Demand is coming, especially for Florida. California is opening up. People have a lot of money saved up. When they announced the release of vaccines, right after holiday season, that’s when we started seeing more Canadians contact us. They were starting to envision life post-pandemic, better days. We saw a big uptick in mortgage requests, pre-approvals, full applications, Canadians looking to buy. Even with travel restrictions, they were buying virtually. Because the market in Canada is very tight, prices going up, with battles for homes and multiple offers.
That wave is starting to get bigger. People see that we are getting closer to border re-openings. They want to be ready. They want to do their homework, in terms of getting pre-approved, getting the financing in place, seeking cross-border legal advice, using our external resources. People are tired of lockdowns.
What does $1 million buy me in Florida now (Forget lives in Weston, in west Florida)?
In terms of trends, it’s similar to what you see in Canada the last six to eight months. Low inventory is a challenge, especially in Sunbelt states. In Texas as well. There was a huge migration domestically in the United States from the Midwest and Northeast. Many Americans just decided to move down south. That’s a big thing we saw in the past six months. In my neighbourhood property went up 15-20 per cent, year over year, with multiple offers usually, homes being sold in days.
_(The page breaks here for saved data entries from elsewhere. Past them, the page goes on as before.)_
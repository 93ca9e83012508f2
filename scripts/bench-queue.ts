/**
 * `npm run bench:queue`: throughput of the job queue on this machine. 200 small design sweeps
 * (one ratio per case and the recheck: 6 searches each) go through 1, 2 and 4 queue workers, on
 * a Redis and a database of the benchmark's own; it prints jobs per minute for each. The time runs
 * from the first job handed to the queue until the last job's row says done.
 * BENCH_JOBS and BENCH_WORKERS (e.g. "1,2,4") change the counts.
 */
import { randomBytes } from "node:crypto";
import os from "node:os";
import knex from "knex";
import { knexConfig } from "../db/config";
import { getDb } from "../db/index";
import { seedDemo, DEMO_PROJECT } from "../db/seeds/demo";
import { createJob } from "../db/queries/jobs";
import { createDesignStudy } from "../db/queries/design-studies";
import { fetchDesignContext } from "../lib/design/design-context";
import { DEFAULT_PARAMS, DEFAULT_SWEEP } from "../lib/design";
import { designStudySubject, designSweepKind, type DesignSweepInput } from "../lib/jobs/design-sweep-job";
import { enqueueRow } from "../lib/jobs/reconcile";
import { jobQueue } from "../lib/jobs/queue";
import { freePort, startRedis, startWorkerProcess, stopProcess, stopRedis } from "./lib/queue-processes";

const JOBS = Number(process.env.BENCH_JOBS ?? 200);
const WORKERS = (process.env.BENCH_WORKERS ?? "1,2,4").split(",").map(Number);

async function main(): Promise<void> {
  const dbName = `scarpline_bench_${process.pid}_${randomBytes(3).toString("hex")}`;
  const admin = knex({ ...knexConfig(), connection: { ...(knexConfig().connection as object), database: undefined } });
  await admin.raw(`CREATE DATABASE \`${dbName}\` CHARACTER SET utf8mb4 COLLATE utf8mb4_unicode_ci`);
  process.env.DATABASE_NAME = dbName;
  const db = knex(knexConfig(dbName));
  const redis = await startRedis(await freePort());
  process.env.REDIS_PORT = String(redis.port);
  try {
    await db.migrate.latest();
    await seedDemo(db);
    const project = await db("projects").where({ name: DEMO_PROJECT }).first();
    const user = await db("users").first();
    const studyId = await createDesignStudy(
      { projectId: project.id, name: "Queue benchmark", parameters: DEFAULT_PARAMS, userId: user.id },
      db,
    );
    const context = await fetchDesignContext(project.id);
    const input: DesignSweepInput = {
      studyId,
      params: DEFAULT_PARAMS,
      materials: context.materials,
      settings: { ...DEFAULT_SWEEP, from: 3, to: 3 },
      required: context.required,
    };
    const units = designSweepKind.units(designSweepKind.input.parse(input));
    console.log(`bench:queue: ${JOBS} design sweeps of ${units} searches each, ${os.availableParallelism()} cores`);
    const env = { DATABASE_NAME: dbName, REDIS_PORT: String(redis.port) };
    const rows: string[] = [];
    for (const n of WORKERS) {
      const workers = await Promise.all(Array.from({ length: n }, () => startWorkerProcess(env)));
      try {
        const ids: number[] = [];
        for (let i = 0; i < JOBS; i++)
          ids.push(
            await createJob(
              {
                projectId: project.id,
                kind: designSweepKind.kind,
                subject: designStudySubject(studyId),
                input,
                userId: user.id,
              },
              db,
            ),
          );
        const t0 = performance.now();
        for (const id of ids) if (!(await enqueueRow(id))) throw new Error("the benchmark's Redis did not answer");
        for (;;) {
          const [{ n: left }] = await db("jobs").whereIn("id", ids).whereNot("state", "done").count({ n: "*" });
          if (Number(left) === 0) break;
          const [{ n: failed }] = await db("jobs")
            .whereIn("id", ids)
            .whereIn("state", ["failed", "cancelled"])
            .count({ n: "*" });
          if (Number(failed) > 0) throw new Error(`${failed} jobs failed; see the workers' output`);
          await new Promise((r) => setTimeout(r, 100));
        }
        const minutes = (performance.now() - t0) / 60_000;
        const line = `${String(n).padStart(2)} worker${n > 1 ? "s" : " "}: ${JOBS} jobs in ${(minutes * 60).toFixed(1)} s = ${(JOBS / minutes).toFixed(0)} jobs/min`;
        console.log(line);
        rows.push(line);
      } finally {
        await Promise.all(workers.map((w) => stopProcess(w.process)));
      }
    }
  } finally {
    await jobQueue().close();
    await stopRedis(redis);
    await db.destroy();
    await getDb().destroy();
    await admin.raw(`DROP DATABASE IF EXISTS \`${dbName}\``);
    await admin.destroy();
  }
}

main().catch((err) => {
  console.error(err);
  process.exit(1);
});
For a million dollars, that would get you a downtown, luxury condo, say two bedroom and two bathrooms, 1,200 square feet, in a high rise luxury tower on the beach in Florida. Miami has condos at $1.5 million to $3 million, 45 to 50 storeys high. If you go inland of course you go from $1,000 per square foot to $200-$400 per square foot. You’ll get three-, four-, five-bedroom homes, 2,500 square feet, for $600,000-$700,000, in beautiful neighbourhoods with great amenities, gated and secure.
Maybe you have cash lying around, or can use your home equity for a downpayment on a second vacation property. That’s a good real estate investment strategy, diversify with a strong Canadian dollar, low interest rates, doing some leverage, and financing. Because RBC only works with Canadians. We qualify Canadians to get a U.S. mortgage.
Even if they are not in the U.S., we are here to help to Canadian find their dream home in the sun, led by Florida real estate. Other countries will follow. South America, Europe, China, they will re-enter the U.S. market soon as well, so the timing might be right. This is why the stars are aligned for Canadians right now, to pick up another asset.